The init_script variable will use the passed-in event variables to set up the environment variables and python script arguments. Just like when creating the instance, the user_data script is run by the instance’s root user. The root user will need to use the ec2-user’s python to run our script with the following bash command: PYTHONUSERBASE=/home/ec2-user/.local python3.8 /home/ec2-user/ftp_to_s3.py {s3_path} {files_to_download}.

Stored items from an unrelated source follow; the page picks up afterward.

// Direction is the learned null direction of the constraints.
type Direction struct {
	// Theta is the unit parameter vector (aligned with System.Params),
	// its largest component positive.
	Theta []float64
	// Spectrum holds the lowest eigenvalues of the noise-weighted system
	// X at Theta, ascending. With unit Theta, theta^T X theta is the
	// chi² of the weighted residuals; moving a distance e along
	// eigenvector j raises it by about e² (Spectrum[j] - Spectrum[0]).
	Spectrum []float64
	// StdErr[j] = 1/sqrt(Spectrum[j] - max(Spectrum[0], 0)) (j >= 1;
	// StdErr[0] is 0): the standard error along eigenvector j.
	StdErr []float64
	// NoiseSpectrum is the same spectrum for pure-noise entries with the
	// same covariances and weights (one seeded draw): what the
	// constraints would show without signal.
	NoiseSpectrum []float64
	// Invisible lists the eigen-directions the data do not resolve
	// (StdErr above Options.InvisibleError), and the conserved
	// quantities found by their vanishing constraints, first.
	Invisible []InvisibleDirection
	// Chi2 is the weighted residual sum of squares at Theta and
	// Rows the number of constraints used (Dropped left out because a
	// string had no data).
	Chi2          float64
	Rows, Dropped int
	// Weak is set when some resolved direction still has a standard
	// error above 0.1 of the unit direction: the estimator is then not
	// yet in its linear regime and seeded repetitions show error bars
	// too small by up to about 2 (comparison table, compare_test.go).
	Weak bool
	// Misfit is set when Chi2 is more than five standard deviations above
	// its degrees of freedom (Rows - parameters + 1): the data fit no
	// stationary state of these terms well (terms missing from the
	// template, systematic errors, a state that is not stationary).
	Misfit bool
	// Method is "dense" or "lanczos"; Iterations counts reweightings.
	Method     string
	Iterations int
	// Converged is set when the reweighting settled: the largest change
	// of a component of Theta between two reweightings fell below 1e-9
	// within Options.MaxIterations (LastChange is the last such change).
	// An unsettled direction is still returned, with a WARNING in
	// Summary: it minimises the objective less well than it could.
	Converged  bool
	LastChange float64

	ws     *weighted
	low    lowEigen
	params *fit.Params
	asm    *assembled // nil when dense
}

// InvisibleDirection is an eigen-direction of the constraints that the
// data do not resolve.
type InvisibleDirection struct {
	Vector []float64 // unit, in parameter space, orthogonal to Theta
	StdErr float64
	// Name says what it is: a conserved quantity the terms can express
	// (for example "total Z (uniform Z field)") or "not resolved by the
	// data" when it matches none.
	Name string
	// Chi2 and DOF are, for a conserved quantity, the constraint
	// residuals along it (consistent with noise: chi² near DOF).
	Chi2 float64
	DOF  int

	conserved bool
}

# convert to string with double quotes so it knows its a string
    files_to_download = ",".join(map('"{0}"'.format, files_to_download))
    vars = {
        "FTP_HOST": event["ftp_url"],
        "FTP_PATH": event["ftp_path"],
        "FTP_USERNAME": event["username"],
        "FTP_PASSWORD": event["password"],
        "FTP_AUTH_KEY": event["auth_key"],
        "S3_BUCKET_NAME": event["s3_bucket"],
        "files_to_download": files_to_download,
        "S3_PATH": event["s3_path"],
    }
    print(vars)

    init_script = """#!/bin/bash
                /bin/echo "**************************"
                /bin/echo "* Running FTP to S3.     *"
                /bin/echo "**************************"
                export S3_BUCKET_NAME={S3_BUCKET_NAME}
                export PRODUCTS_TABLE={PRODUCTS_TABLE}
                export FTP_HOST={FTP_HOST}
                export FTP_USERNAME={FTP_USERNAME}
                export FTP_PASSWORD={FTP_PASSWORD}
                PYTHONUSERBASE=/home/ec2-user/.local python3.8 /home/ec2-user/ftp_to_s3.py {s3_path} {files_to_download}
                shutdown now -h""".format(
        **vars
    )

Invoke the instance with the boto3 library providing the parameters for the custom image AMI, Instance type, key-pair, subnet, and instance profile, all defined by Terraform environment variables. Optionally, set the Volume size to 50GB from the default 8GB for larger files.

instance = ec2.run_instances(
        ImageId=AMI,
        InstanceType=INSTANCE_TYPE,
        KeyName=KEY_NAME,
        SubnetId=SUBNET_ID,
        MaxCount=1,
        MinCount=1,
        InstanceInitiatedShutdownBehavior="terminate",
        UserData=init_script,
        IamInstanceProfile={"Arn": INSTANCE_PROFILE},
        BlockDeviceMappings=[{"DeviceName": "/dev/xvda", "Ebs": {"VolumeSize": 50}}],
    )

Conclusion

After deploying to AWS, Terraform will have created a Lambda that invokes an EC2 instance running the script passed to it during its creation. Triggering the Lambda function to invoke the custom instance can be done from a DynamoDB Stream update, scheduled timer, or even another Lambda function. This provides flexibility on how and when the instance is called.

Ultimately, this solution provides a flexible means of downloading files from an FTP server. Changes to the Lambda invoking the instance could include separating the file list to create several more minor instances to run simultaneously, moving more files faster to the AWS S3 bucket. This greatly depends on the client’s needs and the cost of operating the AWS services.

Changes can also be made to the script downloading the files. One option would be to use more robust FTP libraries than the built-in provided python library. Larger files may require more effort as FTP servers can timeout when network latency and file sizes come into play. Python’s FTPlib does not auto-reconnect, nor does it keep track of incomplete file downloads.